Calculates a multiple scattering correction using a Monte Carlo method

Properties

Name Direction Type Default Description
InputWorkspace Input MatrixWorkspace Mandatory The name of the input workspace. The input workspace must have X units of Momentum (k) for elastic calculations and units of energy transfer (DeltaE) for inelastic calculations. This is used to supply the sample details, the detector positions and the x axis range to calculate corrections for
StructureFactorWorkspace Input MatrixWorkspace Mandatory The name of the workspace containing S’(q) or S’(q, w). For elastic calculations, the input workspace must contain a single spectrum and have X units of momentum transfer.
OutputWorkspace Output WorkspaceGroup Mandatory Name for the WorkspaceGroup that will be created. Each workspace in the group contains a calculated weight for a particular number of scattering events. The number of scattering events varies from 1 up to the number supplied in the NumberOfScatterings parameter. The group will also include an additional workspace for a calculation with a single scattering event where the absorption post scattering has been set to zero
ScatteringCrossSection Input MatrixWorkspace   A workspace containing the scattering cross section as a function of k, \(\sigma_s(k)\). Note - this parameter would normally be left empty which results in the tabulated cross section data being used instead which implies no wavelength dependence
NumberOfSimulationPoints Input number Optional The number of points on the input workspace x axis for which a simulation is attempted
NeutronPathsSingle Input number 1000 The number of “neutron” paths to generate for single scattering
NeutronPathsMultiple Input number 1000 The number of “neutron” paths to generate for multiple scattering
SeedValue Input number 123456789 Seed the random number generator with this value
NumberScatterings Input number 2 Number of scatterings
Interpolation Input string Linear Method of interpolation used to compute unsimulated values. Allowed values: [‘Linear’, ‘CSpline’]
SparseInstrument Input boolean False Enable simulation on special instrument with a sparse grid of detectors interpolating the results to the real instrument.
NumberOfDetectorRows Input number 5 Number of detector rows in the detector grid of the sparse instrument.
NumberOfDetectorColumns Input number 10 Number of detector columns in the detector grid of the sparse instrument.
ImportanceSampling Input boolean False Enable importance sampling on the Q value chosen on multiple scatters based on Q.S(Q)
MaxScatterPtAttempts Input number 5000 Maximum number of tries made to generate a scattering point within the sample. Objects with holes in them, e.g. a thin annulus can cause problems if this number is too low. If a scattering point cannot be generated by increasing this value then there is most likely a problem with the sample geometry.
SimulateEnergiesIndependently Input boolean False For inelastic calculation, whether the results for adjacent energy transfer bins are simulated separately. Currently applies to Direct geometry only

Description

This algorithm calculates a Multiple Scattering correction using a Monte Carlo integration method. The method uses a structure function for the sample to determine the probability of a particular momentum transfer (q) and energy transfer (\(\omega\)) value for each scattering event and it doesn’t therefore rely on an assumption that the scattering is isotropic.
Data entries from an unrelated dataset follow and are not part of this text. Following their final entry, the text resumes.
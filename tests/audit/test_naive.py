"""The audit against the naive one of this folder, on random settings and random tables."""

from __future__ import annotations

from fractions import Fraction

import numpy as np
from hypothesis import given, settings
from hypothesis import strategies as st

from designer.auditing import Audit, audit, honesty
from designer.auditing.view import see
from designer.setting.setting import Limits, Setting
from designer.table import Table
from tests.audit.naive import Naive
from tests.oracles.settings import small_settings as plain_settings
from tests.strategies import small_settings

FEW = (Fraction(0), Fraction(1), Fraction(-1, 2), Fraction(7, 3), Fraction(5))


@st.composite
def tables(draw: st.DrawFn, setting: Setting) -> Table:
    """Payments from a few values (so that ties occur) or at random, some of them enormous."""
    options, profiles = len(setting.options), setting.profiles
    form = draw(st.sampled_from(("sure", "lottery", "broken")))
    decides: list[list[Fraction | int]] = []
    for _ in range(profiles):
        if form == "sure":
            pick = draw(st.integers(0, options - 1))
            decides.append([int(k == pick) for k in range(options)])
        else:
            low = -1 if form == "broken" else 0
            shares = [draw(st.integers(low, 3)) for _ in range(options)]
            shares[0] += 1 if form == "broken" or sum(shares) == 0 else 0
            den = sum(shares) if form == "lottery" else 4
            decides.append([Fraction(share, den) for share in shares])
    factor = Fraction(draw(st.sampled_from(("1", "1", "1/7", "1e9", "1e30"))))
    amount = st.sampled_from(FEW) | st.fractions(-9, 9, max_denominator=6)
    flat = draw(
        st.lists(
            amount,
            min_size=profiles * len(setting.parties),
            max_size=profiles * len(setting.parties),
        )
    )
    pays: list[list[Fraction | int]] = [
        [value * factor for value in flat[i * profiles : (i + 1) * profiles]]
        for i in range(len(setting.parties))
    ]
    return Table.of(decides, pays)


@st.composite
def cases(draw: st.DrawFn) -> tuple[Setting, Table]:
    setting = draw(small_settings(max_types=4, extras=None) | plain_settings(most_profiles=12))
    return setting, draw(tables(setting))


def check_places(checked: Audit, naive: Naive) -> None:
    """Every finding's margin is really met where it says."""
    setting = checked.setting
    names = [party.name for party in setting.parties]
    for name in ("ic-bayesian", "ic-dominant", "ir-interim", "ir-ex-post"):
        finding = checked.worst[name]
        if finding.margin is None:
            continue
        assert finding.party is not None
        i = names.index(finding.party)
        labels = [kind.label for kind in setting.parties[i].types]
        assert finding.type is not None
        own = labels.index(finding.type)
        lie = own if finding.lie is None else labels.index(finding.lie)
        if finding.profile is None:
            met = naive.bayesian(i, own)[lie] if finding.lie else naive.gain(i, own)
        else:
            p = tuple(
                [kind.label for kind in party.types].index(finding.profile[party.name])
                for party in setting.parties
            )
            assert p[i] == own
            said = naive.replaced(p, i, lie)
            rest = naive.u(i, p, said) if finding.lie else naive.outside(i, p)
            met = naive.u(i, p, p) - rest
        assert met == finding.margin


@given(cases(), st.sampled_from((Fraction(0), Fraction(3, 2))))
@settings(max_examples=150, deadline=None)
def test_every_margin_is_the_naive_one(case: tuple[Setting, Table], subsidy: Fraction) -> None:
    setting, table = case
    checked, naive = audit(setting, table, subsidy=subsidy), Naive(setting, table)
    expected = naive.margins(subsidy)
    assert {name: finding.margin for name, finding in checked.worst.items()} == expected
    assert dict(checked.holds) == {
        name: margin is None or margin >= 0 for name, margin in expected.items()
    }
    check_places(checked, naive)
    for finding in checked.excused:
        i = setting.party_index(finding.party or "")
        assert finding.margin == naive.participation(i)[finding.demand]
    for profile, number in naive.number.items():
        assert checked.pot[number] == naive.pot(profile)
    i = setting.party_index(checked.largest.party)
    at = [checked.largest.profile[party.name] for party in setting.parties]
    assert tuple(at) in {setting.labels_at(n) for n in range(setting.profiles)}
    p = next(p for p, n in naive.number.items() if setting.labels_at(n) == tuple(at))
    assert checked.largest.amount == naive.t(i, p)
    assert abs(checked.largest.amount) == max(
        abs(naive.t(i, p)) for p in naive.all for i in range(len(setting.parties))
    )


@given(cases())
@settings(max_examples=75, deadline=None)
def test_every_standing_is_the_naive_one(case: tuple[Setting, Table]) -> None:
    setting, table = case
    naive = Naive(setting, table)
    rows = iter(audit(setting, table).standings)
    for i, party in enumerate(setting.parties):
        for own, kind in enumerate(party.types):
            row = next(rows)
            met = naive.given(i, own)
            assert (row.party, row.type) == (party.name, kind.label)
            assert row.probability == sum(c for p, c in naive.chance.items() if p[i] == own)
            assert row.pays == sum(c * naive.t(i, p) for p, c in met.items())
            assert row.worth == sum(c * naive.worth(i, p, p) for p, c in met.items())
            assert row.utility == row.worth - row.pays
            assert row.outside == sum(c * naive.outside(i, p) for p, c in met.items())
            assert row.gain == naive.gain(i, own)
            lies = {party.types[b].label: m for b, m in naive.bayesian(i, own).items()}
            if row.lie is None:
                assert not lies
                assert row.margin is None
            else:
                assert row.margin == lies[row.lie] == min(lies.values())
    assert next(rows, None) is None


@given(cases())
@settings(max_examples=75, deadline=None)
def test_the_decisions_are_judged_as_the_naive_audit_judges_them(
    case: tuple[Setting, Table],
) -> None:
    setting, table = case
    naive, found = Naive(setting, table), audit(setting, table).decisions
    rows = [[naive.x(k, p) for k in naive.options] for p in naive.all]
    assert found.lottery.holds == all(min(row) >= 0 and sum(row) == 1 for row in rows)
    zero = Fraction(0)
    off = max(max(abs(sum(row, zero) - 1), -min(row)) for row in rows)
    assert found.lottery.violation == max(zero, off)
    assert found.certain == all(sorted(row)[-1] == sum(map(abs, row)) == 1 for row in rows)
    assert found.efficient.violation == max(Fraction(0), *map(naive.lost, naive.all))
    assert found.lost == sum(c * naive.lost(p) for p, c in naive.chance.items())
    assert found.welfare == sum(
        c * naive.x(k, p) * naive.welfare(k, p)
        for p, c in naive.chance.items()
        for k in naive.options
    )
    if setting.rule is None:
        assert found.follows is None
    else:
        assert found.follows is not None
        assert found.follows.violation == max(
            abs(naive.x(k, p) - Fraction(int(setting.rule[n, k]), setting.rule_den))
            for n, p in enumerate(naive.all)
            for k in naive.options
        )


@given(cases(), st.sampled_from((None, Fraction(2), Fraction(-1, 3))))
@settings(max_examples=75, deadline=None)
def test_limits_are_judged_as_they_are_defined(
    case: tuple[Setting, Table], cap: Fraction | None
) -> None:
    setting, table = case
    limits = Limits(cap, None if cap is None else -cap, only_when_served=True, within_worth=True)
    found, naive = audit(setting, table, limits=limits).limits, Naive(setting, table)
    cells = [(i, p) for i in range(len(setting.parties)) for p in naive.all]

    def served(i: int, p: tuple[int, ...]) -> Fraction:
        return sum((naive.x(k, p) for k in naive.options if naive.value(i, k, p) > 0), Fraction(0))

    assert found["within_worth"].margin == min(naive.u(i, p, p) for i, p in cells)
    if cap is None:
        unserved = [-naive.t(i, p) for i, p in cells if served(i, p) == 0]
        assert found["only_when_served"].margin == min(unserved, default=None)
    else:
        rests = [cap * served(i, p) - naive.t(i, p) for i, p in cells]
        assert found["only_when_served"].margin == min(rests)
        assert found["pays_at_most"].margin == min(cap - naive.t(i, p) for i, p in cells)
        assert found["pays_at_least"].margin == min(naive.t(i, p) + cap for i, p in cells)
    for n, chance in enumerate(setting.side.chances):
        met = naive.given(chance.party, chance.type)
        value = sum(c * naive.x(chance.option, p) for p, c in met.items())
        ends = [value - chance.at_least] if chance.at_least is not None else []
        ends += [chance.at_most - value] if chance.at_most is not None else []
        assert found[f"chance[{n}]"].margin == min(ends)


@given(cases())
@settings(max_examples=100, deadline=None)
def test_both_ways_to_the_closest_lie_agree(case: tuple[Setting, Table]) -> None:
    """Going by the lotteries that lies lead to is an optimisation; going by lies is plain."""
    setting, table = case
    for index, party in enumerate(setting.parties):
        view = see(setting, table, index)
        if party.size == 1:
            continue
        which, lotteries = honesty._lotteries(view.chosen)
        assert np.array_equal(lotteries[which], view.chosen)
        slow, told_slow = honesty._by_type(view)
        fast, told_fast = honesty._by_lottery(view, which, lotteries)
        assert np.array_equal(slow, fast)
        for a in range(party.size):
            for o in range(view.others):
                said = int(told_fast[a, o])
                assert said != a
                assert int(told_slow[a, o]) != a
                worth = sum(
                    int(view.chosen[said, o, k])
                    * int(view.value[a, min(o, view.value.shape[1] - 1), k])
                    for k in range(len(setting.options))
                )
                honest = int(view.truthful[a, o])
                assert honest - worth + int(view.pays[said, o]) == int(fast[a, o])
The structure function that the algorithm takes as input is a linear combination of the coherent and incoherent structure factors:

\(S'(Q, \omega) = \frac{1}{\sigma_b}(\sigma_{coh} S(Q, \omega) + \sigma_{inc} S_s(Q, \omega))\)
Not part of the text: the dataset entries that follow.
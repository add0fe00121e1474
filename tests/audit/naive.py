"""The audit once more, as slowly and plainly as the definitions read: Fractions and loops."""

from __future__ import annotations

import itertools
from fractions import Fraction

from designer.setting.setting import Setting
from designer.table import Table

Profile = tuple[int, ...]


class Naive:
    """Everything an audit says about a small table, entry by entry."""

    def __init__(self, setting: Setting, table: Table) -> None:
        """Number the profiles anew, with the last party fastest."""
        self.setting = setting
        self.table = table
        self.all: list[Profile] = list(itertools.product(*map(range, setting.shape)))
        self.number = {profile: n for n, profile in enumerate(self.all)}
        self.options = range(len(setting.options))
        self.chance = {p: setting.probability(n) for p, n in self.number.items()}

    def replaced(self, profile: Profile, i: int, own: int) -> Profile:
        return (*profile[:i], own, *profile[i + 1 :])

    def value(self, i: int, k: int, truth: Profile) -> Fraction:
        party = self.setting.parties[i]
        row = self.number[truth] if party.depends else truth[i]
        return Fraction(int(party.value[row, k]), self.setting.grain)

    def outside(self, i: int, truth: Profile) -> Fraction:
        party = self.setting.parties[i]
        row = self.number[truth] if party.outside_depends else truth[i]
        return Fraction(int(party.outside[row]), self.setting.grain)

    def x(self, k: int, said: Profile) -> Fraction:
        return self.table.chance(self.number[said], k)

    def t(self, i: int, said: Profile) -> Fraction:
        return self.table.payment(i, self.number[said])

    def worth(self, i: int, truth: Profile, said: Profile) -> Fraction:
        return sum((self.x(k, said) * self.value(i, k, truth) for k in self.options), Fraction(0))

    def u(self, i: int, truth: Profile, said: Profile) -> Fraction:
        return self.worth(i, truth, said) - self.t(i, said)

    def given(self, i: int, own: int) -> dict[Profile, Fraction]:
        """P(theta | theta_i = own)."""
        met = {p: chance for p, chance in self.chance.items() if p[i] == own}
        total = sum(met.values(), Fraction(0))
        return {p: chance / total for p, chance in met.items()}

    def counted(self) -> list[Profile]:
        if self.setting.support_only:
            return [p for p in self.all if self.chance[p] > 0]
        return self.all

    def bayesian(self, i: int, own: int) -> dict[int, Fraction]:
        """Margin of each lie of a type."""
        margins = {}
        for lie in range(self.setting.shape[i]):
            if lie != own:
                margins[lie] = sum(
                    (
                        chance * (self.u(i, p, p) - self.u(i, p, self.replaced(p, i, lie)))
                        for p, chance in self.given(i, own).items()
                    ),
                    Fraction(0),
                )
        return margins

    def dominant(self, i: int) -> list[Fraction]:
        return [
            self.u(i, p, p) - self.u(i, p, self.replaced(p, i, lie))
            for p in self.counted()
            for lie in range(self.setting.shape[i])
            if lie != p[i]
        ]

    def gain(self, i: int, own: int) -> Fraction:
        met = self.given(i, own).items()
        return sum((c * (self.u(i, p, p) - self.outside(i, p)) for p, c in met), Fraction(0))

    def participation(self, i: int) -> dict[str, Fraction]:
        average = sum(
            (c * (self.u(i, p, p) - self.outside(i, p)) for p, c in self.chance.items()),
            Fraction(0),
        )
        return {
            "ir-ex-ante": average,
            "ir-interim": min(self.gain(i, own) for own in range(self.setting.shape[i])),
            "ir-ex-post": min(self.u(i, p, p) - self.outside(i, p) for p in self.counted()),
        }

    def pot(self, p: Profile) -> Fraction:
        total = sum((self.t(i, p) for i in range(len(self.setting.parties))), Fraction(0))
        for k in self.options:
            total -= self.x(k, p) * Fraction(int(self.setting.outlay[k]), self.setting.grain)
        return total

    def margins(self, subsidy: Fraction) -> dict[str, Fraction | None]:
        """The nine worst margins; None where there is nothing to judge."""
        parties = range(len(self.setting.parties))
        asked = [i for i in parties if not self.setting.parties[i].compelled]
        bayesian = [
            margin
            for i in parties
            for own in range(self.setting.shape[i])
            for margin in self.bayesian(i, own).values()
        ]
        dominant = [margin for i in parties for margin in self.dominant(i)]
        found: dict[str, Fraction | None] = {
            "ic-bayesian": min(bayesian, default=None),
            "ic-dominant": min(dominant, default=None),
        }
        for name in ("ir-ex-ante", "ir-interim", "ir-ex-post"):
            found[name] = min((self.participation(i)[name] for i in asked), default=None)
        mean = sum((c * self.pot(p) for p, c in self.chance.items()), subsidy)
        rests = [self.pot(p) + subsidy for p in self.counted()]
        found["balance-ex-ante-exact"] = -abs(mean)
        found["balance-ex-ante-no-deficit"] = mean
        found["balance-ex-post-exact"] = -max(map(abs, rests))
        found["balance-ex-post-no-deficit"] = min(rests)
        return found

    def welfare(self, k: int, p: Profile) -> Fraction:
        own = int(self.setting.worth[k]) - int(self.setting.outlay[k])
        total = Fraction(own, self.setting.grain)
        return total + sum(self.value(i, k, p) for i in range(len(self.setting.parties)))

    def lost(self, p: Profile) -> Fraction:
        best = max(self.welfare(k, p) for k in self.options)
        return sum((self.x(k, p) * (best - self.welfare(k, p)) for k in self.options), Fraction(0))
If the sample is a perfectly coherent scatterer then \(S'(Q, \omega) = S(Q, \omega)\)

The algorithm is based on code which was originally written in Fortran as part of the Discus program [1]. The code was subsequently resurrected and improved by Spencer Howells under the Muscat name and was included in the QENS MODES package [2] These original programs calculated multiple scattering corrections for inelastic instruments but an elastic diffraction version of the code was also created and results from that program are included in this paper by Mancinelli [3].

Theory

The theory is outlined here for an inelastic calculation. The calculation performed for an elastic instrument is a special case of this with \(\omega=0\).
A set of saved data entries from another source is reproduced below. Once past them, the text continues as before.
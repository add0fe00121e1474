"""A table.json is audited like the CSV of the same table."""

from __future__ import annotations

import json
from pathlib import Path

import pytest

from designer import Demands, audit, pose, read_scenario
from designer.errors import TableError
from designer.saving import save

SCENARIO = Path(__file__).parents[2] / "scenarios" / "breakwater.toml"
ASKED = {
    "interim": Demands(goal="revenue", balance="none"),
    "type-graph": Demands(goal="revenue", balance="none", ic="dominant", ir="ex-post"),
}


@pytest.mark.parametrize("path", sorted(ASKED))
def test_both_files_of_a_table_are_audited_alike(path: str, tmp_path: Path) -> None:
    setting = read_scenario(SCENARIO)
    verdict = pose(setting, ASKED[path], path=path)
    assert verdict.proved
    assert verdict.path == path
    save(verdict, tmp_path, {})
    one, two = (audit(setting, tmp_path / name) for name in ("table.json", "transfers.csv"))
    assert one.holds == two.holds
    assert one.standings == two.standings
    assert one.pot.expected == two.pot.expected == verdict.goal_value


@pytest.mark.parametrize(
    ("change", "words"),
    [
        (lambda plain: plain | {"scenario": {"digest": "0"}}, "another scenario"),
        (lambda plain: plain | {"pot": "x"}, "not an exact number"),
        (lambda plain: plain | {"mixture": []}, "mixture"),
        (lambda plain: [plain], "not a JSON object"),
    ],
)
def test_any_other_json_is_refused(change: object, words: str, tmp_path: Path) -> None:
    setting = read_scenario(SCENARIO)
    save(pose(setting, ASKED["interim"], path="interim"), tmp_path, {})
    file = tmp_path / "table.json"
    plain = change(json.loads(file.read_bytes()))  # type: ignore[operator]
    file.write_text(json.dumps(plain), encoding="utf-8")
    with pytest.raises(TableError, match=words):
        audit(setting, file)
The algorithm calculates a set of dimensionless weights \(J_n\) describing the probability of detection at an angle \(\theta\) after n scattering events given a total incident flux \(I_0\) and a transmitted flux of T:

\(T_n(\theta,k_{in}, \omega) = J_n(\theta,k_{in}, \omega) I_0(k_{in})\)

The quantity \(J_n\) is calculated by performing the following integration:

\[\begin{split}J_n &= (\frac{\mu_s}{4 \pi})^n \frac{1}{A} \int dS \int_{0}^{l_1^{max}} dl_1 e^{-\mu_T l_1} \prod\limits_{i=1}^{n-1} [\int_{0}^{l_{i+1}^{max}} dl_{i+1} \int_{0}^{\pi} \sin\theta_i d\theta_i \int_{0}^{2 \pi} d\phi_i \int_{\omega^{min}}^{\omega_i^{max}} d\omega (e^{-\mu_T l_{i+1}}) \frac{k_{i+1}}{k_i} S(Q_i, \omega_i)] e^{-\mu_T l_{out}} S(Q_n, \omega_n) \\ &=(\frac{\mu_s}{4 \pi})^n \frac{1}{A} \int dS \int_{0}^{l_1^{max}} dl_1 e^{-\mu_T l_1} \prod\limits_{i=1}^{n-1} [\int_{0}^{l_{i+1}^{max}} dl_{i+1} \int_{q_i^{min}}^{q_i^{max}} dQ_i \int_{0}^{2 \pi} d\phi_i \int_{\omega^{min}}^{\omega_i^{max}} d\omega (e^{-\mu_T l_{i+1}}) \frac{Q_i}{k_i^2} S(Q_i, \omega_i)] e^{-\mu_T l_{out}} S(Q_n, \omega_n)\end{split}\]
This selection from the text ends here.